I am in Chicago for a couple years, and have the great fortune to work with Andy Lester on a few things. I first met him because he sent me some patches for Business::ISBN, then some more, and then some more patches. When I moved to Chicago, we got together a couple of times---a continuing dividend from Perl Mongers.

He keeps using my modules, and even tests the ones that he does not use. He showed me a "pod bummer" in some module I wrote, and I fixed that, and since he is also a test fascist, every time he reports a bug I write a test for it. I had not thought to test POD before, and even though Andy told me to wait for Sean Burke's new POD parser, I created Test::Pod based on the old stuff. I was happy with that until Andy sent me a bit of code that automatically found all the ".pm" files in blib using the new File::Find::Rule.

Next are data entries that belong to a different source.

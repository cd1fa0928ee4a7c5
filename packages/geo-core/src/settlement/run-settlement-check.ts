import { waterUnitWeightOf } from '../profile/water-unit-weight-of.js';
import { footingPressureKpa } from '../stress/footing-pressure.js';
import { overlappingFootingPairs } from '../stress/overlapping-footing-pairs.js';
import { prepareFooting } from '../stress/prepare-footing.js';
import type { PreparedFooting } from '../stress/prepared-footing.js';
import type { FootingShape } from '../stress/footing.types.js';
import { footingPairResults } from './footing-pair-results.js';
import { foxDepthFactor } from './fox-depth-factor.js';
import { footingSettlementResult } from './footing-settlement-result.js';
import { prepareSettlementModel, type SettlementModel } from './prepare-settlement-model.js';
import { SETTLEMENT_CAUTION } from './settlement-caution.js';
import type { SettlementCheckInput, SettlementCheckResult } from './settlement-check.types.js';

const DEFAULT_SUBLAYER_MAX_THICKNESS_M = 0.5;
const DEFAULT_DESIGN_LIFE_YEARS = 50;
const DEFAULT_END_OF_PRIMARY_SHARE = 0.95;
const DEFAULT_DESIGN_ANGULAR_DISTORTION = 1 / 500;

/**
 * The settlement check of a group of shallow footings on a layered profile:
 * for each footing, immediate settlement (layered Steinbrenner, optionally
 * reduced by Fox's depth factor), primary
 * consolidation per sublayer (Terzaghi's e–log σ′, all three cases) under the
 * stress of the footing and — unless switched off — its neighbours (Boussinesq
 * superposition or 2V:1H), secondary compression over the design life from Cα,
 * the settlement–time curve from Terzaghi's U(Tv) per clay layer, and for each
 * pair of footings the differential settlement and angular distortion judged
 * against Bjerrum (1963) and Skempton & MacDonald (1956).
 *
 * Footings may be rectangles, squares, circles (widthM the diameter) or strips
 * (plane strain, load per metre run or pressure); each footing's result names
 * its shape and the method names the stress method. A load or pressure is net
 * unless marked gross; a gross one loses σv0 at the founding depth
 * (netFootingPressure), and each footing's result states the net pressure used. Headline numbers are at
 * each footing's centre; the corners — or, for circles and strips, their
 * equivalents (EvaluationPointLabel) — are evaluated too unless
 * evaluationPoints is 'centre'. The result is plain data: it records the
 * method, every layer parameter used, per-sublayer rows and every warning.
 *
 * @param input profile, footings (m, kN or kPa) and options (see SettlementCheckOptions)
 * @returns the check result, serialisable as JSON
 * @throws RangeError('runSettlementCheck requires …') for an invalid profile, footing or option
 * @example runSettlementCheck({ profile, footings: [{ id: 'F1', xM: 0, yM: 0, widthM: 2, lengthM: 2, depthM: 1, loadKn: 800 }] }).footings[0].totalM
 */
export function runSettlementCheck(input: SettlementCheckInput): SettlementCheckResult {
  const caller = 'runSettlementCheck';
  const options = input.options ?? {};
  if (options.sublayerCount !== undefined && options.sublayerMaxThicknessM !== undefined) {
    throw new RangeError(`${caller} requires either sublayerCount or sublayerMaxThicknessM, not both`);
  }
  const spacing =
    options.sublayerCount !== undefined ? { count: options.sublayerCount } : { maxThicknessM: options.sublayerMaxThicknessM ?? DEFAULT_SUBLAYER_MAX_THICKNESS_M };
  const designLifeYears = options.designLifeYears ?? DEFAULT_DESIGN_LIFE_YEARS;
  const endOfPrimaryShare = options.endOfPrimaryShare ?? DEFAULT_END_OF_PRIMARY_SHARE;
  const designAngularDistortion = options.designAngularDistortion ?? DEFAULT_DESIGN_ANGULAR_DISTORTION;
  const includeNeighbours = options.includeNeighbours ?? true;
  const stressMethod = options.stressMethod ?? 'boussinesq';
  const applyFoxDepthFactor = options.applyFoxDepthFactor ?? false;
  if (!(designLifeYears > 0) || !Number.isFinite(designLifeYears)) throw new RangeError(`${caller} requires a finite designLifeYears > 0`);
  if (!(endOfPrimaryShare > 0 && endOfPrimaryShare < 1)) throw new RangeError(`${caller} requires endOfPrimaryShare strictly between 0 and 1`);
  if (!(designAngularDistortion > 0)) throw new RangeError(`${caller} requires designAngularDistortion > 0`);
  if (options.totalSettlementLimitM !== undefined && !(options.totalSettlementLimitM > 0)) throw new RangeError(`${caller} requires totalSettlementLimitM > 0`);
  if (options.timesYears !== undefined && !options.timesYears.every((t) => t >= 0 && Number.isFinite(t))) throw new RangeError(`${caller} requires every time in timesYears to be finite and >= 0`);
  if (stressMethod !== 'boussinesq' && stressMethod !== '2to1') throw new RangeError(`${caller} requires stressMethod 'boussinesq' or '2to1'`);

  const model = prepareSettlementModel(input.profile, spacing, endOfPrimaryShare, caller);
  const footingWarnings: string[] = [];
  const prepared = prepareFootings(input, model, caller, applyFoxDepthFactor, footingWarnings);
  const notes = methodNotes(stressMethod, includeNeighbours, applyFoxDepthFactor, new Set(prepared.map((footing) => footing.shape)));
  const footings = prepared.map((footing, ownIndex) =>
    footingSettlementResult({ model, prepared, ownIndex, stressMethod, includeNeighbours, designLifeYears, options }),
  );
  const pairs = footingPairResults(footings, designAngularDistortion, options.pairMaxDistanceM);
  return {
    method: { stressMethod, waterUnitWeightKnPerM3: waterUnitWeightOf(input.profile), includeNeighbours, sublayerSpacing: spacing, designLifeYears, endOfPrimaryShare, designAngularDistortion, applyFoxDepthFactor, notes },
    layers: model.layers,
    footings,
    pairs,
    warnings: [...model.warnings, ...footingWarnings, ...overlapWarnings(input.footings)],
    caution: SETTLEMENT_CAUTION,
  };
}

function prepareFootings(input: SettlementCheckInput, model: SettlementModel, caller: string, applyFoxDepthFactor: boolean, warnings: string[]): PreparedFooting[] {
  const footings = input.footings;
  if (footings.length === 0) throw new RangeError(`${caller} requires at least one footing`);
  const ids = new Set<string>();
  return footings.map((footing) => {
    if (ids.has(footing.id)) throw new RangeError(`${caller} requires unique footing ids (${footing.id} repeats)`);
    ids.add(footing.id);
    if (!Number.isFinite(footing.xM) || !Number.isFinite(footing.yM)) throw new RangeError(`${caller} requires finite xM and yM (footing ${footing.id})`);
    if (!(footing.depthM >= 0) || !(footing.depthM < model.profileBottomM)) {
      throw new RangeError(`${caller} requires depthM >= 0 and above the bottom of the profile (footing ${footing.id})`);
    }
    if (!(footingPressureKpa(footing) >= 0)) throw new RangeError(`${caller} requires a load or pressure >= 0 (footing ${footing.id}); uplift is outside this check`);
    const prepared = prepareFooting(footing, input.profile, warnings);
    const foxApplies = applyFoxDepthFactor && (prepared.shape === 'rectangle' || prepared.shape === 'square');
    return foxApplies ? { ...prepared, immediateDepthFactor: footingFoxDepthFactor(prepared, model) } : prepared;
  });
}

/** Fox's If for a footing, with ν of the elastic layer just below its base; 1 at the surface or with no elastic layer below. */
function footingFoxDepthFactor(footing: PreparedFooting, model: SettlementModel): number {
  const below = model.elasticLayers.find((layer) => layer.bottomDepthM > footing.depthM);
  if (below === undefined) return 1;
  const shortM = Math.min(footing.widthM, footing.lengthM);
  return foxDepthFactor(Math.max(footing.widthM, footing.lengthM) / shortM, footing.depthM / shortM, below.poissonRatio);
}

function methodNotes(stressMethod: 'boussinesq' | '2to1', includeNeighbours: boolean, applyFoxDepthFactor: boolean, shapes: ReadonlySet<FootingShape>): string[] {
  const notes = [
    'Stresses below each footing base; footings are flexible and loaded by their net pressure (a gross pressure less σv0 at the founding depth).',
    'Primary settlement per sublayer from Cc, Cs, e0 and σ′p at mid-depth (Terzaghi, e–log σ′), or from mv·Δσ′·H on a layer given mv and no Cc.',
    applyFoxDepthFactor
      ? 'Immediate settlement from Steinbrenner’s factors over the layers with E and ν; each footing’s own share reduced by Fox’s (1948) depth factor (ν of the layer below its base), its neighbours’ shares not.'
      : 'Immediate settlement from Steinbrenner’s factors over the layers with E and ν, without a depth (Fox) reduction.',
    'Secondary compression from Cα over the design life, starting at the end of primary consolidation; Cα·Cs/Cc where a sublayer stays overconsolidated (Mesri & Godlewski 1977).',
  ];
  if (shapes.has('circle')) {
    notes.push(
      stressMethod === 'boussinesq'
        ? 'Circles: Boussinesq’s point load integrated over the circle at any point (on the axis in closed form); immediate settlement from the half-space displacement under the circle, layer by layer as Steinbrenner’s method does for rectangles (centre factor 1 and edge factor 2/π on a half-space, Timoshenko & Goodier). Their “corners” are the four rim points on the x and y axes.'
        : 'Circles: the load spread over a circle of diameter D + z (2V:1H). Their “corners” are the four rim points on the x and y axes.',
    );
  }
  if (shapes.has('strip')) {
    notes.push(
      'Strips are infinitely long along y (plane strain), evaluated at their station yM: stress from the strip solution (Boussinesq) or q·B/(B + z) (2V:1H), immediate settlement from Steinbrenner’s factors in their infinitely-long limit. Their “corners” are the two edges across the width.',
    );
  }
  if (applyFoxDepthFactor && (shapes.has('circle') || shapes.has('strip'))) {
    notes.push('Fox’s depth factor is for rectangles: circles and strips keep their immediate settlement unreduced (more settlement, not less).');
  }
  if (stressMethod === '2to1') notes.push('The 2V:1H method spreads the load uniformly, so corner and centre values of a footing alone do not differ; use Boussinesq for differential settlement within a footing.');
  if (!includeNeighbours) notes.push('Neighbouring footings are ignored: each footing is checked alone.');
  return notes;
}

function overlapWarnings(footings: SettlementCheckInput['footings']): string[] {
  return overlappingFootingPairs(footings).map(
    ([a, b]) => `Footings ${a} and ${b} overlap on plan. Both loads are added where they overlap, which is rarely meant: check their positions and sizes in the schedule.`,
  );
}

# $Id: pod.t,v 1.1 2002/08/31 22:17:26 comdog Exp $

BEGIN { use File::Find::Rule; @files = File::Find::Rule->file()->name( '*.pm' )->in( 'blib/lib' ); }

use Test::Pod tests => scalar @files;

foreach my $file ( @files ) { pod_ok($file); }


This code is brilliant! It is so simple, and small, and right that I can only call myself an idiot for not already doing this.Now I have pod.t in any module I work on, and I have found quite a number of missing "=back" commands.

This little tidbit was worth all of the time I spent fixing or improving Business::ISBN and Tie::Cycle for him (and the rest of the world). Sometimes open source really pays off. Andy contributes to CPAN testers, sends me patches to modules he does not even use, and makes me a better coder.

This is not the end though. Andy raises the level of the game. He's got it going on. Once I know this trick, I can easily test each module for compilation errors.

BEGIN { use File::Find::Rule; @classes = map { my $x = $_; $x =~ s|^blib/lib/||; $x =~ s|/|::|g; $x =~ s|\.pm$||; $x; } File::Find::Rule->file()->name( '*.pm' )->in( 'blib/lib' ); }

use Test::More tests => scalar @classes;

foreach my $class ( @classes ) { use_ok( $class ); }


Since each of these solutions discover the modules on their own, I do not have to remember to add new modules to the tests. I do less work and find more bugs. I created a really simple module, Test::Pod, then Andy showed me how to use.

Maybe someone will let him write a book on testing Perl, but until then, take a look in the t/ directory in some of his distributions and remember that the fascists were the ones who made the trains run on time.